» **Activity**:
Please repeat the records below exactly, from the first line through the line containing "from app.service.analysis import analyse", and nothing more.

#### Supplied entries ####

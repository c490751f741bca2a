"""The sheet's page data and drawings checked against the room file and an independent display rule.

Expected values are computed here from the room file (sums of weights, currents I = P / V, the chain of
distinct fixture centres) and formatted with :mod:`tests.room.display_reference`, not with the sheet's code.
"""

from __future__ import annotations

import json
import xml.etree.ElementTree as ET
from functools import cache

import pytest

from app.room.roomfile import parse_room_file
from app.service.analysis import analyse
from app.web.views import sheet
from tests.conftest import SAMPLES
from tests.room import display_reference as ref

SVG = "{http://www.w3.org/2000/svg}"
PT_MM = 25.4 / 72  # one point (1/72 in) in mm
MIN_PT = 7.0


@cache
def _page(path):
    rf = parse_room_file(path.read_bytes())
    return json.loads(path.read_text(encoding="utf-8"))["room"], sheet("x", rf, analyse(rf), "letter")


@pytest.mark.parametrize("sample", SAMPLES, ids=lambda p: p.stem)
def test_figures_follow_the_display_rule(sample):
    room, page = _page(sample)
    a = analyse(parse_room_file(sample.read_bytes()), include_grids=False)
    u = room["display_units"]
    for row, f in zip(page["fixtures"], room["fixtures"], strict=True):
        assert row["from_left"] == ref.length(f["x_m"], u, True)
        assert row["from_front"] == ref.length(f["y_m"], u, True)
        assert row["height"] == ref.length(f["hanging_height_m"], u, True)
    for row, z in zip(page["zones"], a["zones"], strict=True):
        assert row["avg"] == ref.number(z["ppfd"]["avg"], 0) and row["max"] == ref.number(z["ppfd"]["max"], 0)
        assert row["dli_avg"] == ref.number(z["dli"]["avg"], 1)
        assert row["dark_area"] == ref.area(z["dark"]["area_m2"], u)
    for w in page["warnings"]:
        if u == "imperial":
            assert " m²" not in w["message"], w["message"]


@pytest.mark.parametrize("sample", SAMPLES, ids=lambda p: p.stem)
def test_bill_of_materials_and_circuit_loads(sample):
    room, page = _page(sample)
    u = room["display_units"]
    types = {t["id"]: t for t in room["fixture_types"]}
    bom = page["bill_of_materials"]
    total_kg = sum(types[f["type_id"]]["weight_kg"] for f in room["fixtures"])
    assert bom["weight_total"] == ref.weight(total_kg, u)
    assert bom["count"] == len(room["fixtures"])
    # Default hanging points: two per bar, four per panel or bar array.
    want_points = sum(2 if types[f["type_id"]]["geometry"]["kind"] == "bar" else 4 for f in room["fixtures"])
    assert bom["hanging_points"] == want_points
    v = room["schedule"]["supply_voltage_v"]
    for c in page["circuits"]:
        on = [f for f in room["fixtures"] if f.get("circuit", "A") == c["name"]]
        full_w = sum(types[f["type_id"]]["power_w"] for f in on)
        set_w = sum(types[f["type_id"]]["power_w"] * f.get("dimming_pct", 100) / 100 for f in on if f.get("on", True))
        assert c["full_w"] == f"{ref.number(full_w, 0)} W" and c["full_a"] == ref.current(full_w / v)
        assert c["set_w"] == f"{ref.number(set_w, 0)} W" and c["set_a"] == ref.current(set_w / v)


def _plans(page):
    return [ET.fromstring(t["plan_svg"]) for t in page["tiers"]]


def _chain(values, wall):
    stops = [0.0]
    for p in sorted(values):
        if p - stops[-1] > 0.001:
            stops.append(p)
    if wall - stops[-1] > 0.001:
        stops.append(wall)
    return [b - a for a, b in zip(stops, stops[1:], strict=False)]


@pytest.mark.parametrize("sample", SAMPLES, ids=lambda p: p.stem)
def test_plan_dimensions_are_the_room_files(sample):
    room, page = _page(sample)
    u = room["display_units"]
    seen_ids = []
    for svg in _plans(page):
        ids = [t.text for t in svg.iter(SVG + "text") if t.get("class") == "sp-fixture-id"]
        seen_ids += ids
        fx = [f for f in room["fixtures"] if f["id"] in ids]
        dims = [t.text for t in svg.iter(SVG + "text") if t.get("class") == "sp-dim-text"]
        want = _chain([f["x_m"] for f in fx], room["width_m"]) + _chain([f["y_m"] for f in fx], room["length_m"])
        want += [room["width_m"], room["length_m"]]
        assert sorted(dims) == sorted(ref.length(w, u, True) for w in want)
    assert sorted(seen_ids) == sorted(f["id"] for f in room["fixtures"]), "each fixture on exactly one plan"


@pytest.mark.parametrize("sample", SAMPLES, ids=lambda p: p.stem)
def test_plan_text_sizes_and_scale_bar(sample):
    room, page = _page(sample)
    for svg in _plans(page):
        # The SVG is sized in mm and its viewBox is in mm: one user unit is one millimetre on paper.
        vb = [float(v) for v in svg.get("viewBox").split()]
        assert svg.get("width") == f"{vb[2]:.2f}mm" and svg.get("height") == f"{vb[3]:.2f}mm"
        sizes = [float(t.get("font-size")) / PT_MM for t in svg.iter(SVG + "text")]
        assert min(sizes) >= MIN_PT, f"{min(sizes):.2f} pt"
        ratio = int(svg.get("data-ratio"))
        bar = next(g for g in svg.iter(SVG + "g") if g.get("class") == "sp-scale-bar")
        body = next(r for r in bar if r.get("class") == "sp-scale-bar-body")
        label = [t.text for t in svg.iter(SVG + "text") if t.get("class") == "sp-scale-text"][-1]
        value, unit = label.split()
        metres = float(value) * {"ft": 0.3048, "in": 0.0254, "m": 1.0, "cm": 0.01}[unit]
        assert abs(float(body.get("width")) - metres * 1000 / ratio) <= 0.01 * metres * 1000 / ratio
        ratio_text = next(t.text for t in svg.iter(SVG + "text") if t.get("class") == "sp-scale-ratio")
        assert f"1:{ratio}" in ratio_text


def test_rack_has_one_plan_per_tier_with_its_shelves():
    rack = next(p for p in SAMPLES if "rack" in p.stem)
    room, page = _page(rack)
    assert len(page["tiers"]) == 3
    ids = [sorted(t["fixture_ids"]) for t in page["tiers"]]
    assert ids == [["S1", "S2"], ["S3", "S4"], ["S5", "S6"]]
    # Tier 2 stands on shelf 2 (top 0.65 + 0.03 m) and its strips hang under shelf 3 (underside 1.25 m).
    facts = page["tiers"][1]["facts"]
    assert f"shelf top {ref.length(0.68, 'imperial', True)}" in facts
    assert f"under Shelf 3 at {ref.length(1.25, 'imperial', True)}" in facts
    assert f"canopy {ref.length(0.83, 'imperial', True)}" in facts


@pytest.mark.parametrize("sample", SAMPLES, ids=lambda p: p.stem)
def test_one_colour_scale_whose_top_is_the_highest_value(sample):
    room, page = _page(sample)
    a = analyse(parse_room_file(sample.read_bytes()), include_grids=False)
    top = max(max(z["target"]["ppfd_max"], z["ppfd"]["max"]) for z in a["zones"])
    low = max(0.0, min(min(z["target"]["ppfd_min"], z["ppfd"]["min"]) for z in a["zones"]))
    legend = ET.fromstring(page["colour_scale"]["svg"])
    steps = [r for r in legend.iter(SVG + "rect") if r.get("class") == "legend-step"]
    assert len(steps) == 10 and len({r.get("fill") for r in steps}) == 10, "each step drawn once"
    mx = next(t for t in legend.iter(SVG + "text") if t.get("class") == "legend-max")
    mn = next(t for t in legend.iter(SVG + "text") if t.get("class") == "legend-min")
    assert mx.text == ref.number(top, 0) and mn.text == ref.number(low, 0)
    # The brightest cell of the brightest zone is drawn in the top step's colour.
    best = max(a["zones"], key=lambda z: z["ppfd"]["max"])
    if best["ppfd"]["max"] >= top - 1e-9:
        m = next(m for t in page["tiers"] for m in t["maps"] if m["zone_id"] == best["id"])
        fills = {r.get("fill") for r in ET.fromstring(m["svg"]).iter(SVG + "rect")}
        assert steps[-1].get("fill") in fills


def test_recorded_hanging_points_entry_notes_and_price(tent_doc):
    import copy
    import io
    import math

    import ezdxf

    from app.service.dxf_export import plan_dxf

    doc = copy.deepcopy(tent_doc)
    t = doc["room"]["fixture_types"][0]
    t.update(hanging_points_m=[[-0.25, 0.0], [0.25, 0.0]], cord_note="1.8 m, grounded plug", driver_note="remote", price=120)
    doc["room"]["entry"] = {"side": "left", "offset_m": 0.3, "label": "Zip"}
    rf = parse_room_file(json.dumps(doc))
    page = sheet("x", rf, analyse(rf), "a4")
    row = page["bill_of_materials"]["rows"][0]
    assert row["hanging_each"] == 2 and row["hanging_recorded"] and row["hanging_total"] == 4
    assert row["notes"] == "cord: 1.8 m, grounded plug; driver: remote"
    assert row["price_each"] == "120.00" and page["bill_of_materials"]["price_total"] == "240.00"
    svg = ET.fromstring(page["tiers"][0]["plan_svg"])
    assert sum(1 for g in svg.iter(SVG + "g") if g.get("class") == "sp-hanging") == 4
    assert any(t.text == "Zip (left wall)" for t in svg.iter(SVG + "text"))
    # In the DXF the points sit at the recorded offsets, turned with the fixture (90°: local x becomes +y).
    dxf = ezdxf.read(io.StringIO(plan_dxf(rf.room).decode()))
    pts = sorted((round(p.dxf.location.x * 0.0254, 4), round(p.dxf.location.y * 0.0254, 4)) for p in dxf.modelspace().query("POINT"))
    want = []
    for f in doc["room"]["fixtures"]:
        a = math.radians(f["rotation_deg"])
        for u, v in t["hanging_points_m"]:
            want.append((round(f["x_m"] + u * math.cos(a) - v * math.sin(a), 4), round(f["y_m"] + u * math.sin(a) + v * math.cos(a), 4)))
    assert pts == sorted(want)


def test_an_entry_that_does_not_fit_its_wall_is_refused(client, tent_doc):
    tent_doc["room"]["entry"] = {"side": "front", "width_m": 5}
    r = client.post("/api/rooms", json=tent_doc)
    assert r.status_code == 422
    assert any(p["field"] == "room.entry.width_m" for p in r.json()["problems"])


def test_sheet_prints_the_grow_cycle_week_by_week(client):
    """A zone with a grow cycle gets its weeks on the sheet, as the cycle page computes them."""
    from app.service.cycle import cycle_report

    rid = next(r["id"] for r in client.get("/api/rooms").json() if "greenhouse" in r["id"])
    page = client.get(f"/rooms/{rid}/sheet?format=json").json()
    rf = parse_room_file(client.get(f"/api/rooms/{rid}/file").content)
    zone = next(z for z in rf.room.zones if z.cycle is not None)
    weeks = cycle_report(rf, zone)["weeks"]
    (table,) = page["schedules"]
    assert [r[0] for r in table["rows"]] == [str(w["week"]) for w in weeks]
    assert [r[6] for r in table["rows"]] == [f"{w['dli_avg']:.1f}" for w in weeks]
    html = client.get(f"/rooms/{rid}/sheet").text
    assert "Grow cycle by week" in html


def test_walls_line_states_each_surface_finish():
    """The title block's Walls line: one finish for a 0.1 room, every surface's own once it has any."""
    path = next(p for p in SAMPLES if p.stem == "hobby-tent-peppers")
    doc = json.loads(path.read_text(encoding="utf-8"))
    wf = doc["room"]["wall_finish"]
    rf = parse_room_file(json.dumps(doc).encode())
    assert (
        sheet("x", rf, analyse(rf), "letter")["room"]["walls"] == f"{wf['label']} ({wf['kind']}, {wf['reflectance']:g})"
    )
    doc["room"]["surface_finishes"] = {
        "ceiling": {"kind": "absorbing"},
        "back": {"kind": "diffuse", "reflectance": 0.5},
    }
    doc["room"]["open_sides"] = ["left"]
    rf = parse_room_file(json.dumps(doc).encode())
    walls = sheet("x", rf, analyse(rf), "letter")["room"]["walls"]
    # Listed surfaces take their own finish; the rest keep the open side or the room-wide finish (Room.finish_of).
    own = f"{wf['label']} ({wf['kind']}, {wf['reflectance']:g})"
    assert walls == f"left: open; right, front: {own}; back: diffuse, 0.5; ceiling: absorbing", walls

####

» **Answer space**:
repository c490751f741bca2a
"""The sheet's page data and drawings checked against the room file and an independent display rule.

Expected values are computed here from the room file (sums of weights, currents I = P / V, the chain of
distinct fixture centres) and formatted with :mod:`tests.room.display_reference`, not with the sheet's code.
"""

from __future__ import annotations

import json
import xml.etree.ElementTree as ET
from functools import cache

import pytest

from app.room.roomfile import parse_room_file
from app.service.analysis import analyse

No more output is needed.